> _What you should do_
The response should be the lines of the data, starting at the first and ending at the one that contains "group on coefficients.", copied without change.

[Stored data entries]
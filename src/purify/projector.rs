//! Projection onto irreps and transfer between partners, in the space of coefficients.
//!
//! Permutations of shells with their turns form an exact representation there, whatever the nuclei, so what is projected is
//! pure to rounding. Not here: overlaps.

use crate::group::PointGroup;
use crate::wavefunction::Turning;
use ndarray::{Array1, Array2, ArrayView1};

/// The operations of a group on coefficients.
pub struct Projector<'a> {
    /// The group.
    pub group: &'a PointGroup,
    /// One an element.
    pub turnings: &'a [Turning],
}

impl Projector<'_> {
    /// The orbital under every operation: n_elements × n_functions.
    pub fn images(&self, row: ArrayView1<'_, f64>) -> Array2<f64> {
        let mut images = Array2::zeros((self.turnings.len(), row.len()));
        for (turning, image) in self.turnings.iter().zip(images.outer_iter_mut()) {
            turning.apply(row, image);
        }
        images
    }

    /// Its part in an irrep: d/(c|G|) Σ χ(R) R, with c = 2 for a real pair of complex conjugates.
    pub fn onto_irrep(&self, irrep: usize, images: &Array2<f64>) -> Array1<f64> {
        let of_group = &self.group.irreps()[irrep];
        let scale = of_group.dimension as f64 / of_group.constituents as f64 / self.turnings.len() as f64;
        let elements = self.group.elements().iter();
        let weights: Array1<f64> = elements.map(|element| scale * of_group.characters[element.class_idx]).collect();
        weights.dot(images)
    }

    /// d/|G| Σ D(R)ₖⱼ R: takes partner j to partner k and all else to nothing.
    pub fn transfer(&self, irrep: usize, to: usize, from: usize, images: &Array2<f64>) -> Array1<f64> {
        let of_group = &self.group.irreps()[irrep];
        let scale = of_group.dimension as f64 / self.turnings.len() as f64;
        let weights: Array1<f64> = of_group.matrices.iter().map(|matrix| scale * matrix[(to, from)]).collect();
        weights.dot(images)
    }

    /// Whether the group alone tells the irrep's partners apart.
    pub fn has_partners(&self, irrep: usize) -> bool {
        self.group.irreps()[irrep].constituents == 1
    }

    /// Number of partners.
    pub fn dimension(&self, irrep: usize) -> usize {
        self.group.irreps()[irrep].dimension
    }
}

> _Task solution_
filename src/purify/projector.rs
//! Projection onto irreps and transfer between partners, in the space of coefficients.
//!
//! Permutations of shells with their turns form an exact representation there, whatever the nuclei, so what is projected is
//! pure to rounding. Not here: overlaps.

use crate::group::PointGroup;
use crate::wavefunction::Turning;
use ndarray::{Array1, Array2, ArrayView1};

/// The operations of a group on coefficients.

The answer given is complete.